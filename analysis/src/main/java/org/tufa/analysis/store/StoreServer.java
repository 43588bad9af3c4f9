package org.tufa.analysis.store;

import org.apache.jena.fuseki.main.FusekiServer;
import org.apache.jena.sparql.core.DatasetGraph;
import org.apache.jena.sparql.util.Context;
import org.apache.jena.tdb2.TDB2;
import org.tufa.analysis.query.QueryGuard;

/**
 * A store served over the SPARQL 1.1 protocol with Jena Fuseki's embeddable server, read-only: the dataset is
 * registered without update operations, so SPARQL Update and graph-store writes are refused (HTTP 405). Queries see
 * the union of all graphs as their default graph and can name one with GRAPH. Queries cannot reach out: the
 * dataset's context is {@code tufa query}'s sandbox ({@link QueryGuard#sandbox}): SERVICE is switched off and
 * functions and property functions named by {@code java:} IRIs, which would load classes from the class path, are
 * refused.
 */
public final class StoreServer implements AutoCloseable {

    /** The dataset's path on the server: queries go to /tufa/sparql (or /tufa/query). */
    public static final String DATASET = "/tufa";

    private final FusekiServer server;

    private StoreServer(FusekiServer server) {
        this.server = server;
    }

    /**
     * Starts serving; returns at once.
     *
     * @param loopbackOnly listen on 127.0.0.1 only (the default of tufa serve)
     * @param port the port, 0 for any free one
     */
    public static StoreServer start(ModelStore store, boolean loopbackOnly, int port) {
        DatasetGraph dsg = store.dataset().asDatasetGraph();
        Context context = dsg.getContext();
        context.set(TDB2.symUnionDefaultGraph, true);
        QueryGuard.sandbox(context, false);
        FusekiServer server = FusekiServer.create().port(port).loopback(loopbackOnly).verbose(false)
                .add(DATASET, dsg, false).build();
        server.start();
        return new StoreServer(server);
    }

    /** The port the server listens on. */
    public int port() {
        return server.getHttpPort();
    }

    /** Blocks until the server stops. */
    public void join() {
        server.join();
    }

    @Override
    public void close() {
        server.stop();
    }
}
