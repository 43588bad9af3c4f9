#!/usr/bin/env python3
"""Writes qudt-units.txt: the local names of every qudt:Unit in the QUDT 3.1.0 unit vocabulary.

Source: the npm package @vocabulary/unit 2.0.0 (MIT), which ships https://qudt.org/3.1.0/vocab/unit as
N-Quads (unit.nq). QUDT itself is CC BY 4.0 (qudt.org); only the unit names are copied.

Rerun from the repository root (npm and Python 3, no other packages):
    npm pack @vocabulary/unit@2.0.0 && tar xzf vocabulary-unit-2.0.0.tgz
    python3 mapper/tools/qudt_units.py package/unit.nq mapper/src/main/resources/org/tufa/vocabulary/qudt-units.txt
"""
import re
import sys

UNIT = re.compile(r'^<http://qudt\.org/vocab/unit/([^>]+)> '
                  r'<http://www\.w3\.org/1999/02/22-rdf-syntax-ns#type> <http://qudt\.org/schema/qudt/Unit>')


def main(source, target):
    names = set()
    with open(source, encoding="utf-8") as f:
        for line in f:
            m = UNIT.match(line)
            if m:
                names.add(m.group(1))
    with open(target, "w", encoding="utf-8", newline="\n") as out:
        out.write("# Local names of the qudt:Unit individuals of QUDT 3.1.0 (http://qudt.org/vocab/unit/), one a line.\n")
        out.write("# QUDT is CC BY 4.0 (qudt.org). Written by mapper/tools/qudt_units.py; do not edit by hand.\n")
        for name in sorted(names):
            out.write(name + "\n")
    print(len(names), "units")


if __name__ == "__main__":
    main(sys.argv[1], sys.argv[2])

● Required work
Reproduce the material above exactly, beginning at its first line and ending with the line that holds "405). Queries see". Include nothing else.

● Exercise result
filename analysis/src/main/java/org/tufa/analysis/store/StoreServer.java
repository 43588bad9af3c4f9
package org.tufa.analysis.store;

import org.apache.jena.fuseki.main.FusekiServer;
import org.apache.jena.sparql.core.DatasetGraph;
import org.apache.jena.sparql.util.Context;
import org.apache.jena.tdb2.TDB2;
import org.tufa.analysis.query.QueryGuard;

/**
 * A store served over the SPARQL 1.1 protocol with Jena Fuseki's embeddable server, read-only: the dataset is
 * registered without update operations, so SPARQL Update and graph-store writes are refused (HTTP 405). Queries see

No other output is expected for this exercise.